These are my two course projects in Practical Data Science, CMU.
In the mid-term project, I made a tutorial to introduce some basic methods for doing learning analytics, particularly focusing on using different sources of data about students to predict their outcomes and find at-risk students.
In the final project, my teammates and I scraped and analyzed review texts and relative feature data from the school page to answer the core question: what makes a good public high school in NYC area?
Check out data set details at >>
Open University Learning Analytics Dataset (OULAD) | Niche Website
Showed how to do build at-risk student prediction models in Python, specifically using pandas, numpy, sklearn, and matplotlib libraries.
Specifically, I firstly used student’s demographic data to build a basic prediction model. Then I used assessment data and VLE (Virtual Learning Environment) data to build week-w prediction models within a loop to achieve the Cumulative effect of each week-w prediction models. Results showed that maximum Recall of models achieved at around the mid-term of the course time.

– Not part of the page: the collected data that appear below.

@dataclass(frozen=True)
class SequenceSpec:
    """One sequence: departure body, then its legs, each ending at an encounter.

    Attributes
    ----------
    name : str
    departure_body : str
    legs : tuple of LegSpec
    objective : str
        What a search minimizes (``solver.sequence.settings.OBJECTIVES``).
    unpowered_only : bool
    unpowered_tolerance_km_s : float
    duration_max_days, flyby_dv_max_km_s : float or None
        Sequence limits.
    resonance_angle_deg : float
        Transfer-angle tolerance of legs that return to the body they left.
    resonance_miss_max_km : float
        Limit of a resonant return: the body's displacement between its two encounters.
    """

    name: str
    departure_body: str
    legs: tuple[LegSpec, ...]
    objective: str = "dv_total_km_s"
    unpowered_only: bool = False
    unpowered_tolerance_km_s: float = 0.001
    duration_max_days: float | None = None
    flyby_dv_max_km_s: float | None = None
    resonance_angle_deg: float = 0.1
    resonance_miss_max_km: float = 2.0e6
    events: tuple[Event, ...] = field(default=(), compare=False)

    def __post_init__(self) -> None:
        if not self.events:
            object.__setattr__(self, "events", _events(self.departure_body, self.legs))

    @property
    def bodies(self) -> tuple[str, ...]:
        """Departure body, then the body at the end of each leg."""
        return (self.departure_body, *(leg.to_body for leg in self.legs))

    @property
    def n_epochs(self) -> int:
        """Dates in a candidate: one per encounter, two per stop (arrive, leave)."""
        return self.events[-1].epoch_out + 1

    @property
    def variable_names(self) -> tuple[str, ...]:
        """The search's variables: departure date, then each leg's TOF (and a resonant leg's two
        direction angles) and each stop's stay."""
        names = ["departure_jd_tdb"]
        for k, leg in enumerate(self.legs, start=1):
            names.append(f"leg{k}_tof_days")
            if leg.resonance is not None:
                names.extend([f"leg{k}_pitch_deg", f"leg{k}_clock_deg"])
            if leg.kind == "stop":
                names.append(f"stop{k}_stay_days")
        return tuple(names)

    @property
    def resonant_legs(self) -> tuple[int, ...]:
        """Indices of the legs flown as resonant returns."""
        return tuple(k for k, leg in enumerate(self.legs) if leg.resonance is not None)

    def variable_bounds(self, case: Case) -> list[tuple[float, float]]:
        """Bounds of each variable: the departure window, the TOF and stay bounds, and a
        resonant leg's pitch (0 to 90 deg) and clock (-180 to 180 deg) angles."""
        bounds = [(case.departure_start_jd_tdb, case.departure_end_jd_tdb)]
        for leg in self.legs:
            bounds.append((leg.tof_min_days, leg.tof_max_days))
            if leg.resonance is not None:
                bounds.extend([PITCH_BOUNDS_DEG, CLOCK_BOUNDS_DEG])
            if leg.kind == "stop":
                assert leg.stay_min_days is not None and leg.stay_max_days is not None
                bounds.append((leg.stay_min_days, leg.stay_max_days))
        return bounds

    def _date_columns(self) -> list[int]:
        """Columns of the variables that are dates or durations (not angles)."""
        return [i for i, name in enumerate(self.variable_names) if not name.endswith("_deg")]

    def epochs(self, variables: NDArray[np.float64]) -> NDArray[np.float64]:
        """Encounter dates (JD TDB), shape (..., n_epochs), from variables of shape (..., D)."""
        x = np.asarray(variables, dtype=float)[..., self._date_columns()]
        return np.cumsum(x, axis=-1)

    def angles(self, variables: NDArray[np.float64]) -> NDArray[np.float64]:
        """Resonant legs' (pitch, clock) angles, deg, shape (..., n_resonant, 2)."""
        x = np.asarray(variables, dtype=float)
        columns = [i for i, name in enumerate(self.variable_names) if name.endswith("_deg")]
        return x[..., columns].reshape(*x.shape[:-1], len(self.resonant_legs), 2)

    def variables(
        self, epochs: NDArray[np.float64], angles: NDArray[np.float64] | None = None
    ) -> NDArray[np.float64]:
        """The inverse of :meth:`epochs` (and :meth:`angles`; zeros where none are given)."""
        e = np.asarray(epochs, dtype=float)
        out = np.zeros((*e.shape[:-1], len(self.variable_names)))
        dates = np.empty_like(e)
        dates[..., 0] = e[..., 0]
        dates[..., 1:] = np.diff(e, axis=-1)
        out[..., self._date_columns()] = dates
        if angles is not None and self.resonant_legs:
            columns = [i for i, name in enumerate(self.variable_names) if name.endswith("_deg")]
            out[..., columns] = np.asarray(angles, dtype=float).reshape(*e.shape[:-1], -1)
        return out

    def leg_epochs(self, k: int) -> tuple[int, int]:
        """Indices of leg ``k``'s start and end dates in the epoch vector."""
        start = next(e for e in self.events if e.leg_out == k).epoch_out
        end = next(e for e in self.events if e.leg_in == k).epoch_in
        return start, end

Led the team to clarify three research questions we want to explore: (1) What do parents/students usually focus on when they write reviews about high schools? (2) How are public high schools in New York distributed based on different factors? (3) What factors might influence the average graduation rate of public high schools in NY?
Took responsibility for doing data crawling and cleaning using Selenium, preparing data for the later analyses.